TASK STATEMENT> Scanning the entries below, copy every line that contains the word "them".

DATA EXCERPTS>
====
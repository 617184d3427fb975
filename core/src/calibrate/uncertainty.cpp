#include "uncertainty.hpp"

#include <Eigen/Eigenvalues>

#include <algorithm>
#include <cmath>
#include <cstdio>
#include <limits>
#include <string>
#include <vector>

#include "triaxcal/parameters.hpp"

namespace triaxcal::detail {

namespace {

std::string percent(double v) {
  char b[32];
  std::snprintf(b, sizeof b, "%.0f %%", 100.0 * v);
  return b;
}

}  // namespace

bool residuals(const Prepared& p, const Evaluator& ev, Eigen::VectorXd& d) {
  d.resize(p.points);
  Eigen::Index k = 0;
  for (std::size_t t = 0; t < p.tests.size(); ++t) {
    const auto& o = ev.outcome(static_cast<int>(t));
    if (!o.ok) return false;
    std::size_t i = 0;
    for (const auto& c : p.tests[t].curves)
      for (std::size_t j = 0; j < c.xs.size(); ++j, ++i) d[k++] = o.simulated[i] - c.ys[j];
  }
  return true;
}

// Gauss-Newton (sandwich) covariance of the free parameters at the optimum. With A the objective's
// weight of each point (w / range^2) and Sigma the noise variance of each curve estimated from its
// residuals, Cov = H^+ (J^T A Sigma A J) H^+ with H = J^T A J; this reduces to the textbook
// s^2 (J^T J)^-1 when one curve with unit weights is fitted (e.g. Bates & Watts 1988, "Nonlinear
// Regression Analysis and Its Applications", eq. 2.23; the sandwich form: White 1980). A robust
// loss makes it the M-estimator's sandwich (Huber 1981, "Robust Statistics", ch. 7):
// H = J^T A Psi' J and Sigma from the influences psi(e) = rho'(e^2) e instead of the residuals.
void uncertainty(const UncertaintyContext& run, const ParameterValues& best_values, const Eigen::VectorXd& d0) {
  const Prepared& p = run.prepared;
  CalibrationSummary& s = run.summary;
  const std::size_t n = p.free.size();
  const Eigen::Index N = p.points;
  Eigen::MatrixXd jac = Eigen::MatrixXd::Zero(N, static_cast<Eigen::Index>(n));
  std::vector<bool> have(n, true);
  const double h = run.options.jacobian_step;
  // The 2n simulations beside the optimum are independent: side lanes run them in parallel.
  const int jobs = static_cast<int>(2 * n);
  std::vector<std::vector<double>> at_unit(static_cast<std::size_t>(jobs), run.best_unit);
  for (std::size_t k = 0; k < n; ++k) {
    at_unit[2 * k][k] = std::min(1.0, run.best_unit[k] + h);
    at_unit[2 * k + 1][k] = std::max(0.0, run.best_unit[k] - h);
  }
  std::vector<Eigen::VectorXd> shifted(static_cast<std::size_t>(jobs));
  std::vector<char> shifted_ok(static_cast<std::size_t>(jobs), 0);
  const int lanes = std::max(1, std::min(run.threads, jobs));
  run.on_lanes(lanes, [&](int lane, Evaluator& ev) {
    for (int j = lane; j < jobs; j += lanes) {
      const auto i = static_cast<std::size_t>(j);
      const bool built = ev.simulate(p.values(at_unit[i]));
      shifted_ok[i] = built && residuals(p, ev, shifted[i]) ? 1 : 0;
    }
  });
  s.jacobian_evaluations += jobs;
  for (std::size_t k = 0; k < n; ++k) {
    const int free_index = static_cast<int>(k);
    const std::string& name = p.names[static_cast<std::size_t>(p.free[k])];
    const Eigen::VectorXd& dp = shifted[2 * k];
    const Eigen::VectorXd& dm = shifted[2 * k + 1];
    const bool ok_up = shifted_ok[2 * k] != 0, ok_down = shifted_ok[2 * k + 1] != 0;
    const double tp = p.to_physical(free_index, at_unit[2 * k][k]), tm = p.to_physical(free_index, at_unit[2 * k + 1][k]);
    const double t0 = best_values[static_cast<std::size_t>(p.free[k])];
    if (ok_up && ok_down) {
      jac.col(static_cast<Eigen::Index>(k)) = (dp - dm) / (tp - tm);
    } else if (ok_up && tp != t0) {
      jac.col(static_cast<Eigen::Index>(k)) = (dp - d0) / (tp - t0);
    } else if (ok_down && tm != t0) {
      jac.col(static_cast<Eigen::Index>(k)) = (d0 - dm) / (t0 - tm);
    } else {
      have[k] = false;
      s.warnings.push_back("The sensitivity of " + name +
                           " could not be computed (the simulations next to the optimum failed); it has no interval.");
    }
  }
  // Weights and per-curve noise variance. a_i = w / range^2 is a point's weight in the objective.
  // With a robust loss (an M-estimator) the curvature takes each point with psi'(e_i) and the
  // noise is that of the influences psi(e_i) = rho'(e_i^2) e_i, so an outlier counts at most
  // with the loss scale; for the linear loss both reduce to the plain residuals.
  Eigen::VectorXd a(N), a_curv(N), sigma2(N);
  {
    Eigen::Index k = 0;
    const double share = 1.0 - static_cast<double>(n) / static_cast<double>(std::max<Eigen::Index>(N, 1));
    const Loss kind = run.options.loss;
    const double c_loss = run.options.loss_scale;
    for (const auto& t : p.tests)
      for (const auto& c : t.curves) {
        double ssr = 0.0;
        const Eigen::Index k0 = k;
        for (std::size_t j = 0; j < c.xs.size(); ++j, ++k) {
          const double d = d0[k];
          const double z = (d / c.range) * (d / c.range);
          const double psi = loss_weight(kind, z, c_loss) * d;  // in the unit of the curve
          a[k] = c.weight / (c.range * c.range);
          a_curv[k] = a[k] * loss_curvature(kind, z, c_loss);
          ssr += psi * psi;
        }
        const double dof = std::max(1.0, static_cast<double>(c.xs.size()) * share);
        for (Eigen::Index j = k0; j < k; ++j) sigma2[j] = ssr / dof;
      }
  }
  const Eigen::MatrixXd aj = a.asDiagonal() * jac;
  const Eigen::MatrixXd H = jac.transpose() * (a_curv.asDiagonal() * jac);
  const Eigen::MatrixXd M = aj.transpose() * sigma2.asDiagonal() * aj;
  // Scaled pseudo-inverse: parameters with no effect or in a null direction get no interval.
  const Eigen::Index P = static_cast<Eigen::Index>(n);
  Eigen::VectorXd scale = Eigen::VectorXd::Zero(P);
  std::vector<bool> identifiable(n, true);
  for (Eigen::Index k = 0; k < P; ++k) {
    const std::string& name = p.names[static_cast<std::size_t>(p.free[static_cast<std::size_t>(k)])];
    if (!have[static_cast<std::size_t>(k)]) {
      identifiable[static_cast<std::size_t>(k)] = false;
    } else if (!(H(k, k) > 0.0) || jac.col(k).cwiseAbs().maxCoeff() == 0.0) {
      identifiable[static_cast<std::size_t>(k)] = false;
      s.warnings.push_back(name + " has no effect on the compared curves over these tests: fix it (its value is the start value).");
    } else {
      scale[k] = 1.0 / std::sqrt(H(k, k));
    }
  }
  const Eigen::MatrixXd Hs = scale.asDiagonal() * H * scale.asDiagonal();
  Eigen::SelfAdjointEigenSolver<Eigen::MatrixXd> eig(Hs);
  Eigen::MatrixXd Hplus = Eigen::MatrixXd::Zero(P, P);
  if (eig.info() == Eigen::Success) {
    const double top = eig.eigenvalues().cwiseAbs().maxCoeff();
    for (Eigen::Index i = 0; i < P; ++i) {
      const double lambda = eig.eigenvalues()[i];
      const Eigen::VectorXd v = eig.eigenvectors().col(i);
      if (lambda > 1e-10 * top) {
        Hplus += v * v.transpose() / lambda;
        continue;
      }
      // A direction the curves cannot see: name the parameters that make it up.
      std::vector<std::string> involved;
      for (Eigen::Index k = 0; k < P; ++k)
        if (scale[k] > 0.0 && std::abs(v[k]) > 0.3) {
          identifiable[static_cast<std::size_t>(k)] = false;
          involved.push_back(p.names[static_cast<std::size_t>(p.free[static_cast<std::size_t>(k)])]);
        }
      if (involved.size() >= 2) {
        std::string list;
        for (std::size_t j = 0; j < involved.size(); ++j)
          list += (j == 0 ? "" : (j + 1 == involved.size() ? " and " : ", ")) + involved[j];
        s.warnings.push_back(list + " cannot be told apart by these tests (they trade off exactly): fix all but one, "
                                    "or add a test that separates them.");
      } else if (involved.size() == 1) {
        s.warnings.push_back(involved[0] + " is not determined by these tests: fix it.");
      }
    }
  }
  Hplus = scale.asDiagonal() * Hplus * scale.asDiagonal();
  s.covariance = Hplus * M * Hplus;
  s.correlation = Eigen::MatrixXd::Identity(P, P);
  for (Eigen::Index i = 0; i < P; ++i)
    for (Eigen::Index j = 0; j < P; ++j) {
      const double den = std::sqrt(s.covariance(i, i) * s.covariance(j, j));
      s.correlation(i, j) = (i == j) ? 1.0 : (den > 0.0 ? s.covariance(i, j) / den : kNotGiven);
      if (!identifiable[static_cast<std::size_t>(i)] || !identifiable[static_cast<std::size_t>(j)])
        s.correlation(i, j) = i == j ? 1.0 : kNotGiven;
    }
  // 1.96: two-sided 95 % quantile of the normal distribution (N is hundreds of points here).
  constexpr double z95 = 1.959963984540054;
  for (Eigen::Index k = 0; k < P; ++k) {
    FittedParameter& fp = s.parameters[static_cast<std::size_t>(p.free[static_cast<std::size_t>(k)])];
    if (!identifiable[static_cast<std::size_t>(k)]) {
      fp.standard_error = std::numeric_limits<double>::infinity();
      continue;
    }
    const double se = std::sqrt(std::max(0.0, s.covariance(k, k)));
    fp.standard_error = se;
    if (p.scale[static_cast<std::size_t>(k)] == ParameterScale::log && fp.value > 0.0) {
      const double spread = std::exp(z95 * se / fp.value);
      fp.interval_low = fp.value / spread;
      fp.interval_high = fp.value * spread;
    } else {
      fp.interval_low = fp.value - z95 * se;
      fp.interval_high = fp.value + z95 * se;
    }
    if (fp.value != 0.0 && se > 0.5 * std::abs(fp.value))
      s.warnings.push_back(fp.name + " is poorly determined by these tests (standard error " +
                           percent(se / std::abs(fp.value)) + " of its value): fix it or add a test that is sensitive to it.");
  }
  for (Eigen::Index i = 0; i < P; ++i)
    for (Eigen::Index j = i + 1; j < P; ++j) {
      const double r = s.correlation(i, j);
      if (std::isnan(r) || std::abs(r) < run.options.correlation_warning) continue;
      char b[16];
      std::snprintf(b, sizeof b, "%.2f", r);
      s.warnings.push_back(s.free_names[static_cast<std::size_t>(i)] + " and " + s.free_names[static_cast<std::size_t>(j)] +
                           " are correlated at " + b +
                           " over these tests: fix one, or add a test that separates them (e.g. at a different confining stress).");
    }
}

}  // namespace triaxcal::detail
====
REPLY>
  // The 2n simulations beside the optimum are independent: side lanes run them in parallel.
                                    "or add a test that separates them.");
                           " over these tests: fix one, or add a test that separates them (e.g. at a different confining stress).");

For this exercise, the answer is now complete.